The 2023 Hackaday Superconference is only two weeks away, and we’re happy to announce the second half of the slate. As always, this is a great mix of well-known Hackaday faces, and folks we haven’t yet met. Whether they’re fixing up the Apollo Guidance Computer, building their own airplanes, trapping rubidium atoms, or teaching robots to sail, this is another super interesting round of talks.
Tickets are sold out, the badges are almost done, and we’re in the home stretch! We can smell the tacos from here. If you’re joining us, we hope you’re excited. If you’re not able to, we’ll stream as much as we can.
All that remains is the mystery of the keynote speaker. Stay tuned!
We take you through the epic restoration of a genuine Apollo Guidance Computer, the revolutionary computer that guided man to the Moon, and back. We’ll cover the downright daring technology of the Apollo Guidance Computer, which was the starting point for so many modern technologies in which the US is still a leader to this day: the IC industry, real time computing, fly-by-wire, inertial navigation, and fail safe programming.
Sailing is an ancient technology — some archaeologists argue that hominids may have been sailing for the better part of a million years. Despite the various advances in technology, sailing remains a very analog business. So how do you teach a robot to sail, and why would you want to? In this talk, I will discuss the process of teaching robots to sail so they can haul cargo without burning fuel.

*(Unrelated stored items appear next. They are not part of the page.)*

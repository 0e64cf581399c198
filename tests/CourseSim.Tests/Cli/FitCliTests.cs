using System.Text.Json;
using CourseSim.Tests.Settings;

namespace CourseSim.Tests.Cli;

/// <summary>wind-fit and rig-fit as a user runs them: files written, JSON fields, bad and thin input (exit 2).</summary>
public class FitCliTests
{
    static (int code, string stdout, string stderr) Run(params string[] args)
    {
        var o = new StringWriter(); var e = new StringWriter();
        int code = CourseSim.Cli.Program.Run(args, o, e);
        return (code, o.ToString(), e.ToString());
    }

    static string Data(string name) => Path.Combine(RepoRoot.Path, "scenarios", "data", name);
    static string Equip(string name) => Path.Combine(RepoRoot.Path, "scenarios", "equipment", name);
    static string Temp() => Directory.CreateTempSubdirectory("cs-fit-").FullName;

    [Fact]
    public void WindFitWritesTheTableJsonAndPlotAndReportsTheBadRow()
    {
        string dir = Temp();
        var (code, stdout, stderr) = Run("wind-fit", Data("korrin-point-station.csv"), "--format", "json", "--out", dir, "--replicates", "40");
        Assert.Equal(0, code);
        using var doc = JsonDocument.Parse(stdout);
        var p = doc.RootElement.GetProperty("parameters");
        foreach (var k in new[] { "speed_kn", "ramp_kn_per_hour", "direction_deg", "persistent_deg_per_min", "shift_amplitude_deg", "shift_period_s", "shift_irregularity", "gust_intensity", "gust_length_m" })
            Assert.True(p.GetProperty(k).GetProperty("resolved").GetBoolean(), k);
        Assert.Equal(199, doc.RootElement.GetProperty("problems")[0].GetProperty("line").GetInt32());
        Assert.Contains("korrin-point-station.csv:199", stderr);
        var toml = File.ReadAllText(Path.Combine(dir, "wind-fit.toml"));
        Assert.Contains("[wind]", toml);
        // The table loads as a scenario's [wind] (pasted into an otherwise empty scenario file).
        var f = CourseSim.Settings.SettingsFile.Parse(toml, "pasted.toml", CourseSim.Simulation.ScenarioFile.Schema);
        Assert.InRange(f.Number("wind.speed_kn"), 14, 16.5);
        Assert.True(new FileInfo(Path.Combine(dir, "wind-fit.png")).Length > 20_000);
    }

    [Fact]
    public void WindFitWindowOutsideTheLogIsExit2()
    {
        var (code, _, stderr) = Run("wind-fit", Data("korrin-point-station.csv"), "--from", "2026-06-15T10:00:00Z", "--out", Temp());
        Assert.Equal(2, code);
        Assert.Contains("window", stderr);
    }

    [Fact]
    public void RigFitMalformedGpxIsExit2WithTheLine()
    {
        string dir = Temp(), gpx = Path.Combine(dir, "bad.gpx");
        File.WriteAllText(gpx, "<?xml version=\"1.0\"?>\n<gpx version=\"1.1\" xmlns=\"http://www.topografix.com/GPX/1/1\">\n<trk><trkseg>\n<trkpt lat=\"47.2\" lon=\"-3.5\"><time>2026-06-14T13:00:00Z</time>\n</trkseg></trk></gpx>\n");
        var (code, _, stderr) = Run("rig-fit", Equip("light-66.toml"), gpx, "--wind-kn", "15", "--out", dir);
        Assert.Equal(2, code);
        Assert.Contains("bad.gpx:5", stderr);
    }

    [Fact]
    public void RigFitOnTheDemoTracksWritesALoadableCalibratedFile()
    {
        string dir = Temp();
        var (code, stdout, stderr) = Run("rig-fit", Equip("light-66.toml"), Data("maren-session-1.gpx"), Data("maren-session-2.gpx"),
            "--wind", Data("korrin-point-station.csv"), "--format", "json", "--out", dir);
        Assert.True(code == 0, stderr);
        using var doc = JsonDocument.Parse(stdout);
        var lever = doc.RootElement.GetProperty("parameters").GetProperty("rider.lever_m");
        // The demo's invented truth (scenarios/data/README.md): lever 1.3 m, chop 26 cm2, inside the intervals.
        Assert.InRange(1.3, lever.GetProperty("low").GetDouble(), lever.GetProperty("high").GetDouble());
        var chop = doc.RootElement.GetProperty("parameters").GetProperty("conditions.chop_drag_area_cm2");
        Assert.InRange(26.0, chop.GetProperty("low").GetDouble(), chop.GetProperty("high").GetDouble());
        string file = Path.Combine(dir, "light-66-fitted.toml");
        var text = File.ReadAllText(file);
        Assert.Contains("# fitted by coursesim rig-fit from 2 track file(s)", text);
        Assert.Contains("mass_kg = 58", text); // the original's other keys kept as written
        var eq = CourseSim.Equilibrium.EquipmentFile.Load(file);
        Assert.Equal(lever.GetProperty("value").GetDouble(), eq.Rider.LeverM, 3);
        Assert.Equal("Maren 6.6 (fitted)", eq.Name);
        Assert.True(new FileInfo(Path.Combine(dir, "rig-fit.png")).Length > 20_000);
    }

    [Fact]
    public void AWalkOnTheBeachAndASingleTackSayWhatIsMissing()
    {
        string dir = Temp();
        string Track(string name, Func<int, (double X, double Y)> at)
        {
            var pts = Enumerable.Range(0, 600).Select(at).ToList();
            string path = Path.Combine(dir, name);
            File.WriteAllText(path, CourseSim.Tests.RigFit.RigTracks.Gpx([pts], new DateTime(2026, 6, 14, 13, 0, 0, DateTimeKind.Utc), name));
            return path;
        }
        // 1.4 m/s, a brisk walk.
        var walk = Run("rig-fit", Equip("light-66.toml"), Track("walk.gpx", i => (1.4 * i, 0)), "--wind-kn", "15", "--out", dir);
        Assert.Equal(2, walk.code);
        Assert.Contains("walk on the beach", walk.stderr);
        // Ten minutes on one reach at 8 m/s: no pair of tacks for the wind direction.
        var one = Run("rig-fit", Equip("light-66.toml"), Track("reach.gpx", i => (8.0 * i, 0)), "--wind-kn", "15", "--out", dir);
        Assert.Equal(2, one.code);
        Assert.Contains("--wind-from-deg", one.stderr);
        // With the direction given, one angle is still too little to fit.
        var thin = Run("rig-fit", Equip("light-66.toml"), Path.Combine(dir, "reach.gpx"), "--wind-kn", "15", "--wind-from-deg", "0", "--out", dir);
        Assert.Equal(2, thin.code);
        Assert.Contains("three 10-deg ranges", thin.stderr);
    }
}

With a fascination of making devices one uses everyday more secure, we take a look at what it takes to go beyond an iFixIt teardown image of a phone motherboard and completely reverse-engineering it with the help of relatively inexpensive services, modifying it to be (somewhat) more secure, and rebuilding a phone from scratch (in China). These techniques and practices can be applied to any device from phones, as discussed in this talk, to generic IOT devices or even the laptop you use on a daily basis.
Our team (ProtoCentral, based in India) won 2nd prize at the Hackaday Prize 2017 for the project “Connected Health: Open source IoT patient monitor”. This formed the basis for the HealthyPi series of products from ProtoCentral, still open source, but also used for applications with medical research-grade accuracy. This talk is about our journey from then till now, including some major shifts in technology, the intricacies involved in making a product to take to the market and mistakes made during the process.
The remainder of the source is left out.